People are mean, everyone is mean, you’re a fucking mean cunt. We all are! Let’s be mean and not be sensitive just fucking take the shit you get thrown at you, bag it up for later. Then get your own shit and throw it back if it makes you happy.
Shit slinging IS the internet so you’ll have all sparring partners you could possibly want 24/7. Or you could just think about it, in this context. It is a person, behind a keyboard. That’s it.
Fuck the crowd right?
So to all the twenty-something year olds stepping out into the world, maybe fresh graduates: There is no shame in not knowing what to do in life.
Who is to blame you?
Holy fuck, you know are there too many choices, industries, companies – and maybe not quite enough stock of those dream opportunities; for every day we sit back not shooting for our stars, someone else somewhere has their sites trained on your dream. It’s theirs too.
What do you want?
What do you need?
Health? Wealth? Youtube fame? Insta-model? Nice cup of coffee and oral sex? Fat bags of green and a Playstation 4?

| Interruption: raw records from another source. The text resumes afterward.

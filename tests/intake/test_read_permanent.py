"""Permanent loads: supports that settle or turn."""

from __future__ import annotations

from fractions import Fraction

import pytest
from intake_samples import SHORT, SPRUNG, changed, faults

from calcpack.intake import read
from calcpack.model.loads import Permanent, Settlement

LATER = "not computed by this release"

BEAM = """\
format = 1
units = "SI"
cover.title = "Beam"
[beam]
length = 12
supports = [
  { name = "W", at = 0, kind = "fixed" },
  { name = "P", at = 4, kind = "roller" },
  { name = "G", at = 8, kind = "guided" },
  { name = "S", at = 12, kind = "spring", vertical = 5 },
]
sections = [ { name = "mid", at = 6 } ]
stiffness = [ { from = 0, to = 12, EI = 1 } ]
[[moving]]
name = "Cart"
uniform = 1
"""


def settled(*settlements: str, name: str = "Mining") -> str:
    listed = ", ".join(f"{{ {one} }}" for one in settlements)
    return f'{BEAM}[[permanent]]\nname = "{name}"\nsettlements = [ {listed} ]\n'


def test_settlements_in_the_files_units() -> None:
    calculation = read(SPRUNG.encode())
    scour, jacking = calculation.permanent
    assert scour == Permanent(
        "Scour at B",
        (
            Settlement("B", Fraction(40), Fraction(1, 2), Fraction(0),
                       "permanent[0].settlements[0]"),
            Settlement("A", Fraction(0), Fraction(0), Fraction(-1, 500),
                       "permanent[0].settlements[1]"),
        ),
        "permanent[0]",
    )  # fmt: skip
    (lifted,) = jacking.settlements
    assert (lifted.at, lifted.station) == ("C", Fraction(80))
    assert lifted.down * Fraction(254, 10) == -12  # inches to millimetres
    inputs = calculation.inputs
    assert inputs["permanent[0].settlements[0].down"] == Fraction(1, 2)
    assert inputs["permanent[0].settlements[1].turn"] == Fraction(-1, 500)
    assert inputs["permanent[1].settlements[0].down"] == lifted.down


def test_settlements_in_si_units() -> None:
    text = settled('at = "P", down = 15', 'at = "S", down = "1 in"', 'at = "G", turn = 0.001')
    (case,) = read(text.encode()).permanent
    assert [one.down for one in case.settlements] == [15, Fraction(127, 5), 0]
    assert [one.turn for one in case.settlements] == [0, 0, Fraction(1, 1000)]
    assert [one.at for one in case.settlements] == ["P", "S", "G"]


def test_a_support_may_settle_and_turn_and_in_each_case_anew() -> None:
    both = settled('at = "W", down = 1', 'at = "W", turn = 1') + (
        '[[permanent]]\nname = "Later"\nsettlements = [ { at = "400 cm", down = 2 } ]\n'
    )
    found = read(both.encode()).permanent
    assert [len(case.settlements) for case in found] == [2, 1]
    assert (found[1].settlements[0].at, found[1].path) == ("P", "permanent[1]")


def test_without_the_key_there_are_none() -> None:
    assert read(SHORT.encode()).permanent == ()


@pytest.mark.parametrize(
    ("settlement", "line"),
    [
        ('at = "P"', ".down: absent, must be given, or turn"),
        ('at = "W", down = 1, turn = 1', ".turn: 1 rad, must be left out beside down"),
        ('at = "P", down = 0.0', ".down: 0.0 mm, must not be 0"),
        ('at = "W", turn = 0', ".turn: 0 rad, must not be 0"),
        ('at = "P", down = "1 rad"', ".down: 1 rad, must be a deflection such as 2.5 mm"),
        ('at = "W", turn = "1 mm"', ".turn: 1 mm, must be a rotation such as 2.5 rad"),
        ('at = "P", down = true', ".down: true, must be a deflection such as 2.5 mm"),
        ('at = "P", up = 1, down = 1',
         ".up: 1, is not a known key; known are 'at', 'down', 'turn'"),
        ("down = 1", ".at: absent, must be given"),
        ('at = "Q", down = 1', ".at: Q, is not a known name; known are 'W', 'P', 'G', 'S', 'mid'"),
        ("at = 13, down = 1", ".at: 13 m, must lie on the beam, 0 m to 12 m"),
        ('at = "supports", down = 1',
         ".at: supports, is not a known name; known are 'W', 'P', 'G', 'S', 'mid'"),
        ('at = "mid", down = 1', ".at: mid, must be a support that holds vertically, for down"),
        ("at = 5, down = 1", ".at: 5 m, must be a support that holds vertically, for down"),
        ('at = "G", down = 1', ".at: G, must be a support that holds vertically, for down"),
        ('at = "P", turn = 1', ".at: P, must be a support that holds rotation, for turn"),
        ('at = "S", turn = 1', ".at: S, must be a support that holds rotation, for turn"),
    ],
)  # fmt: skip
def test_refused_settlements(settlement: str, line: str) -> None:
    assert faults(settled(settlement)) == [f"permanent[0].settlements[0]{line}"]


def test_the_same_settlement_twice_is_refused() -> None:
    text = settled('at = "W", down = 1', 'at = "W", turn = 1', "at = 0.0, down = 2")
    assert faults(text) == [
        "permanent[0].settlements[2].at: 0.0 m, "
        "must not settle again, after permanent[0].settlements[0]"
    ]


def test_names_are_unique_among_moving_and_permanent() -> None:
    assert faults(settled('at = "P", down = 1', name="Cart")) == [
        "permanent[0].name: Cart, must differ from the name at moving[0].name"
    ]
    twice = settled('at = "P", down = 1') + settled('at = "P", down = 1')[len(BEAM) :]
    assert faults(twice) == [
        "permanent[1].name: Mining, must differ from the name at permanent[0].name"
    ]


@pytest.mark.parametrize(
    ("case", "lines"),
    [
        ('name = "DC"', [": no load, must have a settlement"]),
        ('name = "DC"\nsettlements = []', [": no load, must have a settlement"]),
        ('name = "DC"\nsettlements = 7', [".settlements: 7, must be a list of tables"]),
        ('name = "DC"\nsettlements = [7]', [".settlements[0]: 7, must be a table"]),
        ('settlements = [ { at = "P", down = 1 } ]', [".name: absent, must be given"]),
        ('name = "DC"\nuniform = [ 1 ]', [f".uniform: [1], {LATER}"]),
        ('name = "DC"\npoints = [ 1 ]', [f".points: [1], {LATER}"]),
        ('name = "DC"\ncouples = [ 1 ]', [f".couples: [1], {LATER}"]),
        ('name = "DC"\nstage = "one"\nacts = "directly"', [
            f".stage: one, {LATER}", f".acts: directly, {LATER}",
        ]),
    ],
)  # fmt: skip
def test_refused_cases(case: str, lines: list[str]) -> None:
    assert faults(f"{BEAM}[[permanent]]\n{case}\n") == [f"permanent[0]{line}" for line in lines]


def test_settlements_need_stiffness() -> None:
    bare = changed(
        settled('at = "P", down = 1'), ("stiffness = [", "# ["), ('"spring", vertical = 5', '"pin"')
    )
    assert faults(bare) == [
        'permanent[0].settlements: [{ at = "P", down = 1 }], needs beam.stiffness'
    ]


def test_a_support_that_is_refused_makes_no_further_fault() -> None:
    text = settled('at = "P", down = 1', "at = 8, turn = 1")
    for path, old, new in (
        ("beam.supports[1].kind", '"roller"', '"rollr"'),
        ("beam.supports[2].kind", '"guided"', '"gided"'),
        ("beam.supports[1].at", "at = 4,", "at = 40,"),
        ("beam.length", "length = 12", "length = -1"),
    ):
        assert [line.partition(":")[0] for line in faults(changed(text, (old, new)))] == [path]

Have you got a start up that is ready to take on the modern market?
You know what I’m talking about.
Yes, let us talk about it.
No, no. I insist, its better this way.
We need to talk about that plan honey. Let us place hands on each others’ knees and share adoring glances for security comfort. Kiss me.

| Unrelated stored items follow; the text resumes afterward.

"""Each kind of fault with the line that is printed for it."""

from __future__ import annotations

import pytest
from intake_samples import SI, US, changed, faults

LATER = "not computed by this release"

TOP = [
    ("format = 1", "format = 2", "format: 2, is newer than this release reads"),
    ("format = 1", "format = 0", "format: 0, must be 1"),
    ("format = 1", "format = true", "format: true, must be 1"),
    ("format = 1", "format = 1.0", "format: 1.0, must be 1"),
    ("format = 1\n", "", "format: absent, must be 1"),
    ('"US"', '"Imperial"', 'units: Imperial, must be "US" or "SI"'),
    ('"US"', '["US"]', 'units: ["US"], must be "US" or "SI"'),
    ('units = "US"\n', "", 'units: absent, must be "US" or "SI"'),
    ('title = "Girder G7 under a haul truck"\n', "", "cover.title: absent, must be given"),
    ('"Girder G7 under a haul truck"', '" "', 'cover.title: " ", must not be blank'),
    ('"Girder G7 under a haul truck"', "7", "cover.title: 7, must be text"),
    (
        "[cover]\n",
        '[cover]\nclinet = "X"\n',
        "cover.clinet: X, is not a known key; nearest is 'client'",
    ),
    (
        "2026-04-07 }\nchecked",
        "2026-04-07T10:00:00 }\nchecked",
        "cover.prepared.on: 2026-04-07T10:00:00, must be a date such as 2026-03-02",
    ),
    (
        'checked = { by = "" }',
        'checked = { by = " p. LINDEN " }',
        "cover.checked.by:  p. LINDEN , must not be the person at cover.prepared.by",
    ),
    ('mark = "A", ', "", "cover.revisions[0].mark: absent, must be given"),
    ('"For review"', '"Final"', 'package.status: Final, must be "For review" or "Issued"'),
    ('paper = "letter"', 'paper = "A3"', 'package.paper: A3, must be "letter" or "A4"'),
    (
        'detail = "every equation"',
        'detail = "sketch"',
        'package.detail: sketch, must be "every equation", "plan" or "table"',
    ),
    ("open = false", 'open = "no"', "assumptions[0].open: no, must be true or false"),
    (
        "[package]\n",
        "[packages]\n[package]\n",
        "packages: {}, is not a known key; nearest is 'package'",
    ),
    (
        US[US.index("[[assumptions]]") : US.index("[beam]")],
        "[assumptions]\n",
        "assumptions: {}, must be a list of tables",
    ),
]

BEAM = [
    ("length = 100.0", "length = true", "beam.length: true, must be a length such as 2.5 ft"),
    ("length = 100.0", 'length = "long"', "beam.length: long, must be a length such as 2.5 ft"),
    (
        "length = 100.0",
        'length = "100 kip"',
        "beam.length: 100 kip, must be a length such as 2.5 ft",
    ),
    (
        "length = 100.0",
        'length = "100 yd"',
        "beam.length: 100 yd, unit 'yd' is not known; use m, mm, cm, ft, in, N, kN, MN, lb, kip, "
        "Pa, MPa, GPa, psi, ksi, rad, mrad",
    ),
    ("length = 100.0", "length = inf", "beam.length: inf ft, must be a finite number"),
    (
        "length = 100.0",
        "length = 100.0000000000000",
        "beam.length: 100.0000000000000 ft, must have at most 15 significant digits",
    ),
    (
        "length = 100.0",
        "length = 1e13",
        "beam.length: 1e13 ft, must be 0 or between 1e-9 and 1e12 in size",
    ),
    (
        "length = 100.0",
        "length = 0x1000000000000",
        "beam.length: 281474976710656 ft, must be 0 or between 1e-9 and 1e12 in size",
    ),
    (
        "length = 100.0",
        'length = "1e-9 mm"',
        "beam.length: 1e-9 mm, must be 0 or between 1e-9 and 1e12 in size",
    ),
    ("length = 100.0", "length = 0", "beam.length: 0 ft, must be above 0 ft"),
    ("length = 100.0", "length = -1.5", "beam.length: -1.5 ft, must be above 0 ft"),
    ("length = 100.0\n", "", "beam.length: absent, must be given, or beam.spans"),
    (
        "length = 100.0",
        "length = 100.0\nspans = [30, 42, 28]",
        "beam.spans: [30, 42, 28], must be left out beside beam.length",
    ),
    (
        "length = 100.0",
        "length = 100.0\noverhang_left = 2",
        "beam.overhang_left: 2 ft, must be left out without spans",
    ),
    ("length = 100.0", "length = 100.0\ntransfer = {}", f"beam.transfer: {{}}, {LATER}"),
    (
        '"A", at = 0.0',
        '"A", at = -2',
        "beam.supports[0].at: -2 ft, must lie on the beam, 0 ft to 100 ft",
    ),
    (
        'at = "30 ft"',
        'at = "31 m"',
        "beam.supports[1].at: 31 m, must lie on the beam, 0 ft to 100 ft",
    ),
    ('"A", at = 0.0, ', '"A", ', "beam.supports[0].at: absent, must be given"),
    (
        "at = 72",
        "at = 30",
        "beam.supports[2].at: 30 ft, must not share its place with beam.supports[1]",
    ),
    (
        'name = "C"',
        'name = "A"',
        "beam.supports[2].name: A, must differ from the name at beam.supports[0].name",
    ),
    (
        'name = "h2"',
        'name = "D"',
        "beam.releases[1].name: D, must differ from the name at beam.supports[3].name",
    ),
    (
        'name = "h2"',
        'name = "tenths"',
        'beam.releases[1].name: tenths, must not be "supports", "sections" or "tenths", '
        "which an effect's at may say",
    ),
    ('name = "C", ', "", "beam.supports[2].name: absent, must be given"),
    ('name = "C"', 'name = ""', 'beam.supports[2].name: "", must not be blank'),
    (
        '"C", at = 72, kind = "roller"',
        '"C", at = 72',
        'beam.supports[2].kind: absent, must be "pin", "roller", "fixed", "guided" or "spring"',
    ),
    (
        '"C", at = 72,',
        '"C", at = 72, face = "left",',
        "beam.supports[2].face: left, must be left out: no release here needs it",
    ),
    ("at = 42.5", "at = 100", "beam.releases[0].at: 100 ft, must lie inside 0 ft to 100 ft"),
    (
        "at = 42.5",
        "at = 62",
        "beam.releases[1].at: 6_2.0 ft, must not share its place with beam.releases[0]",
    ),
    (
        '42.5, kind = "hinge"',
        '42.5, kind = "pin"',
        'beam.releases[0].kind: pin, must be "hinge" or "slide"',
    ),
    (
        '"12 ft 6 in"',
        '"1200 ft"',
        "beam.sections[0].at: 1200 ft, must lie on the beam, 0 ft to 100 ft",
    ),
    (
        "sections = [ {",
        'sections = [ "halves", {',
        'beam.sections[0]: halves, must be a table or "tenths"',
    ),
    (
        "sections = [ {",
        'sections = [ "tenths", "tenths", {',
        "beam.sections[1]: tenths, must stand once",
    ),
    (
        'sections = [ { name = "mid", at = "12 ft 6 in" } ]',
        'sections = [ { name = "mid", at = 1 }, { name = "2.4", at = 5 }, "tenths" ]',
        "beam.sections[2]: tenths, must not name a section '2.4', as beam.sections[1].name does",
    ),
    (
        'sections = [ { name = "mid", at = "12 ft 6 in" } ]',
        'sections = [ "tenths", { name = "2.4", at = 5 }, { name = "mid", at = 1 } ]',
        "beam.sections[1].name: 2.4, must differ from the name at beam.sections[0]",
    ),
]

SPANS = [
    ("spans = [6.0,", "spans = [0.0,", "beam.spans[0]: 0.0 m, must be above 0 m"),
    ('spans = [6.0, "7.5 m", 6]', "spans = []", "beam.spans: [], must not be empty"),
    ('spans = [6.0, "7.5 m", 6]', "spans = 6", "beam.spans: 6 m, must be a list"),
    (
        "spans = [6.0,",
        "spans = [6.0, 2,",
        "beam.supports: 4 supports, must be 5, one more than beam.spans",
    ),
    ("1.25", "-1.25", "beam.overhang_left: -1.25 m, must be at least 0 m"),
    (
        'name = "M",',
        'name = "M", at = 7.25,',
        "beam.supports[1].at: 7.25 m, must be left out: beam.spans places the supports",
    ),
    ("500 mm", "30 m", "beam.sections[1].at: 30 m, must lie on the beam, 0 m to 20.75 m"),
]

MOVING = [
    ('name = "Haul truck"\n', "", "moving[0].name: absent, must be given"),
    ("weight = 17.0", "weight = 0", "moving[0].axles[0].weight: 0 kip, must be above 0 kip"),
    ("weight = 17.0", "spacing = 0", "moving[0].axles[0].weight: absent, must be given"),
    (
        "weight = 17.0",
        "weight = 17.0, spacing = 4",
        "moving[0].axles[0].spacing: 4 ft, must be left out: no axle is ahead of the lead axle",
    ),
    (", spacing = 13.25", "", "moving[0].axles[1].spacing: absent, must be given"),
    ("13.25", "0.0", "moving[0].axles[1].spacing: 0.0 ft, must be above 0 ft"),
    ("13.25", "-1", "moving[0].axles[1].spacing: -1 ft, must be above 0 ft"),
    (
        "13.25",
        "[30.0, 14.0]",
        "moving[0].axles[1].spacing[1]: 14.0 ft, must be above 30 ft, the least of the range",
    ),
    (
        "13.25",
        "{ lest = 15.0, list = [4] }",
        "moving[0].axles[1].spacing.lest: 15.0, is not a known key; nearest is 'least'",
    ),
    ("{ weight = 17.0 }", "17.0", "moving[0].axles[0]: 17.0, must be a table"),
    (
        "0.05 kip/ft",
        "0.05 kip",
        "moving[0].uniform: 0.05 kip, must be a line load such as 2.5 kip/ft",
    ),
    ('"0.05 kip/ft"', "-0.05", "moving[0].uniform: -0.05 kip/ft, must be at least 0 kip/ft"),
    ("trailing = []", "trailing = [ 1 ]", "moving[0].trailing[0]: 1, must be a table"),
    (
        'heading = "right"',
        'heading = "up"',
        'moving[0].heading: up, must be "right", "left" or "both"',
    ),
    (
        '"neglect"',
        '"all"',
        'moving[0].relieving: all, must be "count", "neglect" or "whole train"',
    ),
    (
        "allowance = 0.3",
        "allowance = [ { of = 1, value = 0.3 } ]",
        'moving[0].allowance[0].of: 1, must be "axles", "trailing" or "uniform"',
    ),
    ("allowance = 0.3", "allowance = 10.5", "moving[0].allowance: 10.5, must be at most 10"),
    ("allowance = 0.3", "allowance = -0.1", "moving[0].allowance: -0.1, must be at least 0"),
    (
        "allowance = 0.3",
        'allowance = "30 ft"',
        "moving[0].allowance: 30 ft, must be a number such as 2.5",
    ),
    ("distribution = 0.65", "distribution = 0", "moving[0].distribution: 0, must be above 0"),
    ("= 0.65", '= "from deck"', f"moving[0].distribution: from deck, {LATER}"),
    ("= 0.65", "= [1]", "moving[0].distribution[0]: 1, must be a table"),
    ("= 0.65", '= 1\norder = "any"', "moving[0].order: any, must be left out without trains"),
    ("= 0.65", "= 1\nspacing = 3", "moving[0].spacing: 3 ft, must be left out without trains"),
    ("= 0.65", '= 1\nabsent = "none"', "moving[0].absent: none, must be left out without trains"),
    ("= 0.65", "= 1\nscale = 2", "moving[0].scale: 2, must be left out without standard"),
    (
        "= 0.65",
        '= 1\n[[moving]]\nname = "Haul truck"\nuniform = 1',
        "moving[1].name: Haul truck, must differ from the name at moving[0].name",
    ),
    (
        "= 0.65",
        '= 1\n[[moving]]\nname = "None"\nuniform = 0',
        "moving[1]: no load, must have axles, trains, or a uniform load above 0",
    ),
]


@pytest.mark.parametrize(
    ("text", "old", "new", "line"),
    [(US, *case) for case in (*TOP, *BEAM, *MOVING)] + [(SI, *case) for case in SPANS],
)
def test_one_fault_is_one_line(text: str, old: str, new: str, line: str) -> None:
    found = faults(changed(text, (old, new)))
    assert found == [line]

For me, writing is heavily tied to THAT PLAN. But does this effort right here right now contribute to that? Probably not. Most likely not at all. It’s not enough to me; I should be recording daily, scripting daily, reading and writing thousands of words every week.
Produce copy, send everywhere. Produce copy, send everywhere.
I often have a hard time keeping the attention span or keeping the faith in the ‘PLAN’ to want to write or keep up with these long ones. Especially on a given topic; the ones that don’t get finished are the ones I consider real work, and typically have evaded for a while. Sometimes, occasionally paying them attention and cowering upon realising there is much ticker-tackering to be doing on the old QWERTY keyboard there; thus convincing myself there was no point in the first place.
I should be spending every other hour I have spare away from the day job chasing
THAT PLAN. Giving it the attention it needs, dive the fuck in headfirst.
That’s what needs to happen. But by Christ I don’t have the power! Excuses, not true, sometimes true.
What a tough cookie.
An ever changing double-what-the-fuck chip cookie. Cluster crumble fuck of a cookie.
Or a cluster fuck crumble. Either.
THAT PLAN is so hard to execute, the discipline and patience are the only real key and well, if you have it, i.e you can make it, and if you don’t you keep doing what you’re doing, but never lose faith and never stop doing it just because it didn’t make you rich and famous. Not being bitchy, but this is just how we are becoming in this day and age. We are so used to overnight successes, even the losers of big game shows eventually win. We are a society obsessed with personality, the west especially.
We ‘see’ or perceive the rapid rise and fall of so many celebrities that it almost feels like a lottery, some may think that is just how it is. That is how it goes. You either get to be in the club or you don’t.
I’m not quite sure that is the case – there are more lanes opening up all over the place in this information age. Sometimes it feels like there is no point to even trying, the world is saturated with dreamers, but fuck it! You just have to go and do it. It’s never easy its fucking shit and it hurts but it needs to be done. You can tell I’ve hit a positive frequency today, it’s almost disgusting.
Even those fifteen-minutes-of-fame fuckers took a chance, did it and got ALL the hate available. So why don’t you go get yours and go beyond that ceiling of imagination, take it up a notch.
Everyone is trying to get THERE and you and I are stuck HERE.
Where we can get the ticket to catch that ride is anyone’s guess; so start walking and hopefully, make it there regardless of how we do it.